II. Charter Rights and the Fatal Claim Premium Adjustment
In 2019, the WSIAT concluded its adjudication of the constitutionality of the Fatal Claim Premium Adjustment Policy. At present, and as a result of the WSIAT jurisprudence, employers cannot use occupational health and safety prosecution to escape Workplace Safety and Insurance Board (“WSIB”) penalties arising from workplace fatalities.
The material events in Decision No 2346/12, 2019 ONWSIAT 616, date back to 2008, when the employer was set to receive a NEER rebate amounting to nearly $1.1 million. Prior to the rebate issuance date, an accident occurred at the employer’s worksite: a 276-pound piece of material dislodged from a machine and fatally injured a worker. The employer pleaded guilty to charges under the Occupational Health and Safety Act (“OHSA”) and was fined $300,000. However, as a result of the fatality, the WSIB denied the employer’s rebate.
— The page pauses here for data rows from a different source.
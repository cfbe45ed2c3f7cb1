"""Extremes and rectified means of a Fourier series against closed forms and dense sampling."""

from __future__ import annotations

import itertools

import numpy as np
import pytest
from hypothesis import given, settings
from hypothesis import strategies as st
from scipy.integrate import quad

from pulsekit.errors import InputError
from pulsekit.exact.periodic import evaluate, extremes, mean_absolute, mean_positive, zero_phases
from pulsekit.exact.similarity import (
    dean_number,
    entrance_length,
    reynolds_number,
    stokes_layer_reynolds_number,
    stokes_layer_thickness,
    womersley_number,
)

ROUNDING = 1e-13  # a few sums of twenty terms of order one


def series(seed: int, count: int, mean: float = 0.0, decay: float = 0.2) -> np.ndarray:
    rng = np.random.default_rng(seed)
    x = (rng.standard_normal(count + 1) + 1j * rng.standard_normal(count + 1)) * np.exp(-decay * np.arange(count + 1))
    x[0] = mean
    return x


def test_evaluate_is_the_definition():
    x, phase = series(1, 7, 0.4), np.linspace(-3, 9, 50)
    wanted = sum((c * np.exp(1j * n * phase)).real for n, c in enumerate(x))
    np.testing.assert_allclose(evaluate(x, phase), wanted, atol=ROUNDING)
    assert np.shape(evaluate(x, 0.3)) == ()
    assert evaluate(np.stack([x, 2 * x]), phase).shape == (2, 50)


@pytest.mark.parametrize("count", [1, 2, 5, 20, 60])
@pytest.mark.parametrize("seed", range(6))
def test_extremes_against_a_dense_search(count, seed):
    x = series(seed, count, 0.3, 4.0 / count)
    low, high, at_low, at_high = extremes(x)
    dense = np.linspace(0, 2 * np.pi, 200_001)
    value = evaluate(x, dense)
    # A dense search falls short by at most step^2/8 max|x''|.
    short = (dense[1] ** 2 / 8) * float(np.abs(x) @ np.arange(count + 1) ** 2)
    assert value.max() - ROUNDING <= high <= value.max() + short + ROUNDING
    assert value.min() - short - ROUNDING <= low <= value.min() + ROUNDING
    assert evaluate(x, at_high) == pytest.approx(high, abs=ROUNDING)
    assert evaluate(x, at_low) == pytest.approx(low, abs=ROUNDING)


def test_two_peaks_of_nearly_one_height():
    """cos 2p + eps cos p: maxima 1 + eps at 0 and about 1 - eps at pi; shifted so that neither lies on a grid point."""
    for shift in np.random.default_rng(2).uniform(0, 2 * np.pi, 40):
        x = np.array([0.0, 1e-9, 1.0]) * np.exp(1j * np.arange(3) * shift)
        _, high, _, at = extremes(x)
        assert high == pytest.approx(1 + 1e-9, abs=2e-15)
        assert np.angle(np.exp(1j * (at + shift))) == pytest.approx(0.0, abs=1e-6)


def test_flat_series():
    assert extremes([2.0])[:2] == (2.0, 2.0)
    assert extremes([2.0, 0.0, 0.0])[:2] == (2.0, 2.0)
    assert extremes(np.zeros(4))[:2] == (0.0, 0.0)
    assert mean_absolute([-2.0, 0.0]) == 2.0
    assert mean_positive(np.zeros(3)) == 0.0
    assert zero_phases([1.0, 0.2]).size == 0


def closed_form(mean: float, swing: float) -> float:
    """Mean of abs(m + s cos p): (2/pi)(m asin(m/s) + sqrt(s^2 - m^2)) for s > m."""
    if swing <= abs(mean):
        return abs(mean)
    return 2 / np.pi * (mean * np.arcsin(mean / swing) + np.sqrt(swing**2 - mean**2))


@pytest.mark.parametrize("swing", [0.5, 1.0, 1.0001, 1.5, 3.0, 1e3])
def test_mean_absolute_of_one_harmonic(swing):
    for turn in (0.0, 0.7, 2.9):
        assert mean_absolute([1.0, swing * np.exp(1j * turn)]) == pytest.approx(closed_form(1.0, swing), rel=1e-13)


def test_published_oscillatory_shear_index():
    """Mean of abs over mean 2.0169795282530, index 0.2521045737 at A = 3: computed from the definition of He and Ku 1996."""
    ratio = mean_absolute([1.0, 3.0])
    assert ratio == pytest.approx(2.0169795282530, rel=1e-13)
    assert 0.5 * (1 - 1 / ratio) == pytest.approx(0.2521045737, abs=5e-11)


@pytest.mark.parametrize("seed", range(8))
def test_mean_absolute_by_quadrature_between_zeros(seed):
    x = series(seed, 12, mean=0.5 * seed / 8)
    zeros = zero_phases(x)
    assert zeros.size % 2 == 0
    np.testing.assert_allclose(evaluate(x, zeros), 0, atol=ROUNDING)
    edges = np.concatenate([[0.0], zeros, [2 * np.pi]])
    # Adaptive quadrature of smooth pieces to 1e-11.
    wanted = sum(abs(quad(lambda p: evaluate(x, p), a, b, epsabs=1e-12, limit=200)[0]) for a, b in itertools.pairwise(edges))
    assert mean_absolute(x) == pytest.approx(wanted / (2 * np.pi), abs=1e-11)


@pytest.mark.parametrize("depth", [1e-2, 1e-4, 1e-7])
def test_a_dip_between_two_grid_points_counts(depth):
    """1 - d + cos p is below zero on a half width acos(1 - d): closed form, at phases anywhere on the grid."""
    half = np.arccos(1 - depth)
    negative = (2 * np.sin(half) - 2 * half * (1 - depth)) / (2 * np.pi)
    for turn in np.random.default_rng(4).uniform(0, 2 * np.pi, 30):
        x = [1 - depth, np.exp(1j * turn)]
        assert zero_phases(x).size == 2
        # sin(half) - half (1 - d) loses half^2 of its digits here and in the closed form alike.
        assert mean_positive(x) - (1 - depth) == pytest.approx(negative, abs=5e-15)
        assert mean_positive([-(1 - depth), -np.exp(1j * turn)]) == pytest.approx(negative, abs=5e-15)


def test_batches_are_their_rows():
    rows = np.stack([series(seed, 9, mean=0.2 * seed - 0.6) for seed in range(7)])
    for function in (mean_positive, mean_absolute):
        np.testing.assert_allclose(function(rows), [function(row) for row in rows], atol=ROUNDING)
    for batch, single in zip(extremes(rows)[:2], zip(*(extremes(row)[:2] for row in rows), strict=True), strict=True):
        np.testing.assert_allclose(batch, single, atol=ROUNDING)
    assert mean_absolute(rows.reshape(7, 1, 10)).shape == (7, 1)


@given(st.integers(0, 10_000), st.integers(1, 12), st.floats(-2, 2), st.floats(0, 2 * np.pi))
@settings(max_examples=60, deadline=None)
def test_shift_sign_and_bounds(seed, count, mean, turn):
    x = series(seed, count, mean)
    moved = x * np.exp(1j * np.arange(count + 1) * turn)
    moved[0] = mean
    for function in (mean_absolute, mean_positive):
        assert function(moved) == pytest.approx(float(function(x)), abs=1e-11)
    low, high = extremes(x)[:2]
    assert extremes(moved)[:2] == pytest.approx((low, high), abs=1e-11)
    assert extremes(-x)[:2] == pytest.approx((-high, -low), abs=1e-11)
    assert abs(mean) <= mean_absolute(x) <= max(abs(low), abs(high)) + 1e-12
    assert mean_positive(x) - mean_positive(-x) == pytest.approx(mean, abs=1e-12)


def test_no_harmonic_axis_is_refused():
    with pytest.raises(InputError, match="harmonic axis"):
        extremes(3.0)
    with pytest.raises(InputError, match="harmonic axis"):
        mean_absolute(np.empty((2, 0)))


def test_womersley_number_exercise():
    """Textbook exercise quoted online: 70 beats/min, 1060 kg/m^3, 3.5 mPa s; answers to four digits."""
    for radius, answer in ((15e-3, 22.35), (4e-3, 5.960), (2.5e-3, 3.725)):
        got = womersley_number(radius=radius, angular_frequency=2 * np.pi * 70 / 60, kinematic_viscosity=3.5e-3 / 1060)
        assert got == pytest.approx(answer, abs=0.005 if answer > 10 else 5e-4)


def test_similarity_numbers():
    # Durst et al. 2005 (formula from memory): 0.619 D without flow, 0.0567 Re D for fast flow.
    assert entrance_length(reynolds_number=0.0, diameter=2.0) == pytest.approx(1.238)
    assert entrance_length(reynolds_number=1e9, diameter=1.0) == pytest.approx(0.0567e9, rel=1e-6)
    assert entrance_length(reynolds_number=[0.0, 100.0], diameter=1.0).shape == (2,)
    assert reynolds_number(velocity=-0.2, diameter=0.01, kinematic_viscosity=1e-6) == pytest.approx(2000)
    assert dean_number(reynolds_number=400.0, radius=1.0, bend_radius=16.0) == pytest.approx(100)
    # Re_delta = U0 delta/nu with delta = sqrt(2 nu/omega).
    delta = stokes_layer_thickness(angular_frequency=7.0, kinematic_viscosity=3e-6)
    layer = stokes_layer_reynolds_number(velocity_amplitude=0.3, angular_frequency=7.0, kinematic_viscosity=3e-6)
    assert layer == pytest.approx(0.3 * delta / 3e-6)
The employer appealed the denial of its NEER rebate, on the basis that the WSIB’s Fatal Claim Premium Adjustment Policy violated sections 7 and 11(h) of the Canadian Charter of Rights and Freedoms (the “Charter”)—i.e. the rights to security of the person and protection against double jeopardy. Following lengthy interim proceedings, the WSIAT finally dismissed the appeal in March 2019.
The key obstacle to the employer’s section 7 argument was the nature of Fatal Claim Premium Adjustment as a financial penalty. Although all persons (including corporations) should not be subjected to coercive proceedings or sanction authorized by an unconstitutional law, the WSIAT held that the imposition of a financial penalty did not constitute an interference with anyone’s life, liberty, or security of person.
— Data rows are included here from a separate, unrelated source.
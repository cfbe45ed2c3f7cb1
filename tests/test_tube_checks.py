"""The verdict on each assumption behind a tube's flow, against numbers worked by hand and published limits."""

from __future__ import annotations

import numpy as np
import pytest

import pulsekit as pk
from pulsekit.tube.check_context import judged
from pulsekit.tube.checks import tube_checks

OMEGA = 2 * np.pi * 1.2
NU = 3.5e-3 / 1060
RADIUS = 3.1e-3


def flow(mean=0.1, swing=0.05, *, quantity="mean_velocity", mean_known=True, fluid=None, radius=RADIUS, more=()):
    """Mean velocity mean + swing cos(omega t) [m/s] in a tube of 3.1 mm radius."""
    return pk.solve(
        pk.Harmonics(frequency=1.2, coefficients=[mean, swing, *more]), quantity=quantity, tube=pk.CircularTube(radius=radius),
        fluid=fluid or pk.Fluid(density=1060.0, viscosity=3.5e-3), mean_known=mean_known,
    )  # fmt: skip


def test_numbers_of_the_three_laminar_checks():
    checks = tube_checks(flow())
    assert checks["laminar_mean"].value == pytest.approx(0.1 * 2 * RADIUS / NU, rel=1e-12)
    assert checks["laminar_peak"].value == pytest.approx(0.15 * 2 * RADIUS / NU, rel=1e-9)
    # U0 is half the peak to peak of U(t), 0.05 m/s here.
    assert checks["stokes_layer"].value == pytest.approx(0.05 * np.sqrt(2 / (NU * OMEGA)), rel=1e-9)
    assert {checks[name].verdict for name in ("laminar_mean", "laminar_peak", "stokes_layer")} == {"holds"}


# Steady pipes turn turbulent near 2040 (Avila et al. 2011); pulsating ones between 2250 and 3000 (Trip et al. 2012).
@pytest.mark.parametrize(("reynolds", "verdict"), [(2000, "holds"), (2100, "doubtful"), (3100, "fails")])
def test_mean_reynolds_number(reynolds, verdict):
    check = tube_checks(flow(mean=reynolds * NU / (2 * RADIUS), swing=0.0))["laminar_mean"]
    assert check.verdict == verdict
    assert "Avila" in check.source
    assert str(reynolds) in check.because


# Bursts from about 500 (Hino 1976, from memory); instability in much of the cycle near 200 (Blondeaux & Vittori 2021).
@pytest.mark.parametrize(("reynolds", "verdict"), [(150, "holds"), (300, "doubtful"), (600, "fails")])
def test_stokes_layer(reynolds, verdict):
    assert tube_checks(flow(mean=0.0, swing=reynolds / np.sqrt(2 / (NU * OMEGA))))["stokes_layer"].verdict == verdict


def test_reversed_mean_flow_is_as_turbulent_as_forward():
    assert tube_checks(flow(mean=-0.9, swing=0.0))["laminar_mean"].value == pytest.approx(0.9 * 2 * RADIUS / NU)


def test_an_unknown_mean_leaves_the_oscillating_layer():
    checks = tube_checks(flow(mean=0.0, mean_known=False))
    assert checks["laminar_mean"].verdict == checks["laminar_peak"].verdict == "unknown"
    assert "mean_flow" in checks["laminar_mean"].because
    assert checks["stokes_layer"].verdict == "holds"


def test_entrance_length_is_that_of_durst():
    check = tube_checks(flow())["developed"]
    reynolds = 0.1 * 2 * RADIUS / NU
    # Durst et al. 2005 (from memory): Le/D = [0.619^1.6 + (0.0567 Re)^1.6]^(1/1.6).
    need = 2 * RADIUS * (0.619**1.6 + (0.0567 * reynolds) ** 1.6) ** (1 / 1.6)
    assert check.verdict == "unknown"
    assert check.limit == pytest.approx(need, rel=1e-9)
    assert "tube.distance_from_inlet" in check.because
    for part, verdict in ((1.1, "holds"), (0.7, "doubtful"), (0.3, "fails")):
        assert tube_checks(flow(), distance_from_inlet=part * need)["developed"].verdict == verdict


def test_the_samples_are_heard():
    reynolds = np.concatenate([np.full(69, 1900.0), np.full(31, 2100.0)])
    check = tube_checks(flow(mean=1950 * NU / (2 * RADIUS), swing=0.0), samples={"mean_reynolds_number": reynolds})["laminar_mean"]
    assert "fails in 31 % of the samples" in check.because
    # It would hold at the stated givens; a third of the samples beyond the limit is a doubt.
    assert check.verdict == "doubtful"


def test_a_few_samples_beyond_the_limit_are_said_and_change_no_verdict():
    assert judged("holds", np.arange(1000) < 20) == judged("holds", np.arange(1000) < 20)
    assert judged("holds", np.arange(1000) < 20).verdict == "holds"
    assert "2 %" in judged("holds", np.arange(1000) < 20).words
    assert "under 1 %" in judged("holds", np.arange(10_000) < 3).words
    assert judged("fails", np.arange(1000) < 900).verdict == "fails"
    assert judged("holds", np.zeros(10, bool)).words == ""


def test_uncertain_inputs_of_the_checks_themselves():
    need = tube_checks(flow())["developed"].limit
    spread = need * np.linspace(0.8, 1.3, 1001)
    check = tube_checks(flow(), distance_from_inlet=1.05 * need, check_samples={"distance_from_inlet": spread})["developed"]
    assert "fails in 40 % of the samples" in check.because
    assert check.verdict == "doubtful"


@pytest.mark.parametrize(("motion", "verdict"), [(0.01, "holds"), (0.05, "doubtful"), (0.15, "fails")])
def test_wall_motion(motion, verdict):
    check = tube_checks(flow(), wall_motion=motion)["rigid_wall"]
    assert check.verdict == verdict
    # tau goes with the cube of the radius at a given flow.
    assert f"{300 * motion:.2g} %" in check.because


def test_wall_of_which_nothing_is_known():
    check = tube_checks(flow())["rigid_wall"]
    assert check.verdict == "unknown"
    assert "tube.wall_motion" in check.because
    assert "tube.length" in check.because


def test_a_bend_has_its_dean_number():
    check = tube_checks(flow(), bend_radius=0.05)["straight"]
    assert check.value == pytest.approx(0.1 * 2 * RADIUS / NU * np.sqrt(RADIUS / 0.05), rel=1e-9)
    assert check.verdict == "doubtful"
    assert tube_checks(flow())["straight"].verdict == "unknown"


def test_shear_thinning_and_what_it_would_do():
    def curve(rate):
        return 3.5e-3 * 1.18 + 0.0 * np.asarray(rate)

    check = tube_checks(flow(quantity="mean_velocity", swing=0.0), newtonian=curve, newtonian_source="invented")["newtonian"]
    assert check.value == pytest.approx(0.18, rel=1e-9)
    assert check.verdict == "doubtful"
    # Steady flow at a given velocity: tau goes with mu.
    assert "18 % above" in check.because
    assert "18 % higher" in check.because
    # In oscillating flow at a large Womersley number tau goes with the root of mu: 1.18^0.5 = 1.086.
    fast = flow(mean=1e-9, swing=0.05, radius=0.05)
    assert "9 % higher" in tube_checks(fast, newtonian=curve)["newtonian"].because
    # A measured pressure gradient fixes the mean wall shear whatever the liquid.
    pressed = pk.solve(
        pk.Harmonics(frequency=1.2, coefficients=[100.0]),
        quantity="pressure_gradient",
        tube=pk.CircularTube(radius=RADIUS),
        fluid=pk.Fluid(density=1060.0, viscosity=3.5e-3),
    )
    assert "0 % " in tube_checks(pressed, newtonian=curve)["newtonian"].because.rpartition("about")[2]


def test_newtonian_hears_the_samples():
    rates = np.linspace(50, 150, 100)
    check = tube_checks(
        flow(), newtonian=lambda rate: 3.5e-3 * np.where(np.asarray(rate) < 75, 1.5, 1.0), samples={"time_averaged_wall_shear_rate": rates}
    )["newtonian"]
    assert "fails in 25 % of the samples" in check.because
    assert check.verdict == "doubtful"


def test_a_liquid_of_no_kind_is_unknown_and_named():
    check = tube_checks(flow())["newtonian"]
    assert check.verdict == "unknown"
    assert "fluid.kind" in check.because
    assert tube_checks(flow(), newtonian_by_kind=True)["newtonian"].verdict == "holds"


@pytest.mark.parametrize(("stated", "verdict"), [(None, "unknown"), (True, "holds"), (False, "fails")])
def test_axisymmetry_is_the_users_word(stated, verdict):
    assert tube_checks(flow(), axisymmetric=stated)["axisymmetric"].verdict == verdict


def test_extrapolated_correlations_fail():
    fluid = pk.fluids.blood(haematocrit="0.45", temperature="45 degC", extrapolate=True)
    assert tube_checks(flow(fluid=fluid))["correlation_range"].verdict == "fails"
    assert tube_checks(flow())["correlation_range"].verdict == "holds"


def test_an_envelope_taken_as_the_centreline():
    # At a large Womersley number with little mean flow the profile turns: the axis does not hold the largest velocity.
    turning = flow(mean=0.0, swing=0.2, quantity="centreline_velocity", radius=0.01)
    check = tube_checks(turning, quantity="centreline_velocity")["envelope_is_centreline"]
    assert check.verdict == "doubtful"
    assert "velocity_envelope" in check.because
    steady = flow(mean=0.2, swing=0.0, quantity="centreline_velocity")
    assert tube_checks(steady, quantity="centreline_velocity")["envelope_is_centreline"].verdict == "holds"
    assert "envelope_is_centreline" not in tube_checks(steady, quantity="flow_rate")


def test_one_pressure_alone_knows_no_reflections():
    check = tube_checks(flow(), wave_alone=True)["no_reflections"]
    assert check.verdict == "doubtful"
    assert "reflections" in check.because


# --- checks on a recording


def recorded(beats=10, *, scatter=0.0, drift=0.0, noise=0.0, seed=3, step=0.0, rate=100):
    """Cycles of 1 s with the given scatter of strength, drift of the base line over the record, noise, and step where they close."""
    rng = np.random.default_rng(seed)
    time = np.arange(beats * rate) / rate
    strength = np.repeat(1 + scatter * rng.standard_normal(beats), rate)
    values = (
        strength * (1 + 0.5 * np.cos(2 * np.pi * time))
        + drift * time / beats
        + noise * rng.standard_normal(time.size)
        + step * (time % 1.0)
    )
    signal = pk.Signal(time, values * 1e-6)
    cycles = pk.find_cycles(signal, period=1.0)
    return cycles, pk.decompose(cycles)


def checks_of(cycles, harmonics, **more):
    solved = pk.solve(
        harmonics, quantity="flow_rate", tube=pk.CircularTube(radius=RADIUS), fluid=pk.Fluid(density=1060.0, viscosity=3.5e-3)
    )
    return tube_checks(solved, cycles=cycles, harmonics=harmonics, signal=cycles.signal, quantity="flow_rate", **more)


@pytest.mark.parametrize(("scatter", "verdict"), [(0.01, "holds"), (0.12, "doubtful"), (0.45, "fails")])
def test_periodic(scatter, verdict):
    assert checks_of(*recorded(scatter=scatter))["periodic"].verdict == verdict


def test_one_cycle_is_not_known_to_be_periodic():
    check = checks_of(*recorded(beats=1))["periodic"]
    assert check.verdict == "unknown"
    assert "record several" in check.because


def test_drift():
    assert checks_of(*recorded())["drift"].verdict == "holds"
    # The swing is 1; nine tenths of the drift lie between the first and the last cycle.
    assert checks_of(*recorded(drift=0.5))["drift"].verdict == "fails"


def test_a_step_where_the_cycle_closes():
    assert checks_of(*recorded())["cycle_closure"].verdict == "holds"
    check = checks_of(*recorded(step=0.8))["cycle_closure"]
    assert check.verdict == "fails"
    # 0.8 over a swing of about 1.3; the harmonics kept of a saw tooth swing a little beyond it.
    assert 0.4 < check.value < 0.8


def test_noise_against_the_kept_harmonics():
    assert checks_of(*recorded())["noise"].verdict == "holds"
    loud = checks_of(*recorded(beats=4, noise=0.6))["noise"]
    assert loud.verdict in ("doubtful", "fails")
    assert loud.value > 0.1


def test_resolved_says_what_only_the_user_knows():
    check = checks_of(*recorded())["resolved"]
    assert check.verdict == "holds"
    assert "antialias_filter" in check.because
    assert "antialias_filter" not in checks_of(*recorded(), antialias_filter=40.0)["resolved"].because
    assert checks_of(*recorded(rate=8))["resolved"].verdict == "doubtful"
    cycles, _ = recorded(step=0.8)
    cut = checks_of(cycles, pk.decompose(cycles, count=2))["resolved"]
    assert cut.verdict == "doubtful"
    assert cut.value == 100


def test_an_unstated_instrument_is_unknown_with_the_size_of_the_doubt():
    cycles, harmonics = recorded()
    check = checks_of(cycles, harmonics)["instrument_response"]
    assert check.verdict == "unknown"
    assert "30 Hz" in check.because
    assert checks_of(cycles, harmonics, instrument_known=True)["instrument_response"].verdict == "holds"


def test_a_mean_velocity_tells_where_it_was_sampled():
    cycles, harmonics = recorded()
    solved = pk.solve(
        harmonics, quantity="mean_velocity", tube=pk.CircularTube(radius=RADIUS), fluid=pk.Fluid(density=1060.0, viscosity=3.5e-3)
    )
    known = {"cycles": cycles, "harmonics": harmonics, "quantity": "mean_velocity"}
    assert tube_checks(solved, **known)["sample_volume"].verdict == "unknown"
    assert tube_checks(solved, **known, sample_volume="whole lumen")["sample_volume"].verdict == "holds"
    assert tube_checks(solved, **known, sample_volume="2 mm gate")["sample_volume"].verdict == "doubtful"


def test_every_check_has_a_sentence_and_an_unknown_names_what_to_give():
    for check in tube_checks(flow()):
        assert check.because.endswith(".")
        assert check.label
        if check.verdict == "unknown" and check.name not in ("periodic", "resolved"):
            assert "tube." in check.because or "recording." in check.because or "fluid." in check.because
The WSIAT also rejected the employer’s section 11 argument. The employer qualified for protection under section 11(h) of the Charter because of its earlier OHSA conviction. However, the imposition of a Fatal Claim Premium Adjustment did not violate the employer’s section 11(h) rights, as the Adjustment was not a punishment for the same offence that underpinned the employer’s OHSA conviction. The OHSA prosecution was a method of enforcing specific workplace health and safety standards. In contrast, the Fatal Claim Premium Adjustment aimed to avoid rewarding employers with WSIB rebates if the employer was responsible for a workplace fatality. In this regard, the Fatal Claim Premium Adjustment was a separate and non-penal consequence flowing from the same accident, and did not violate the Charter prohibition against double jeopardy.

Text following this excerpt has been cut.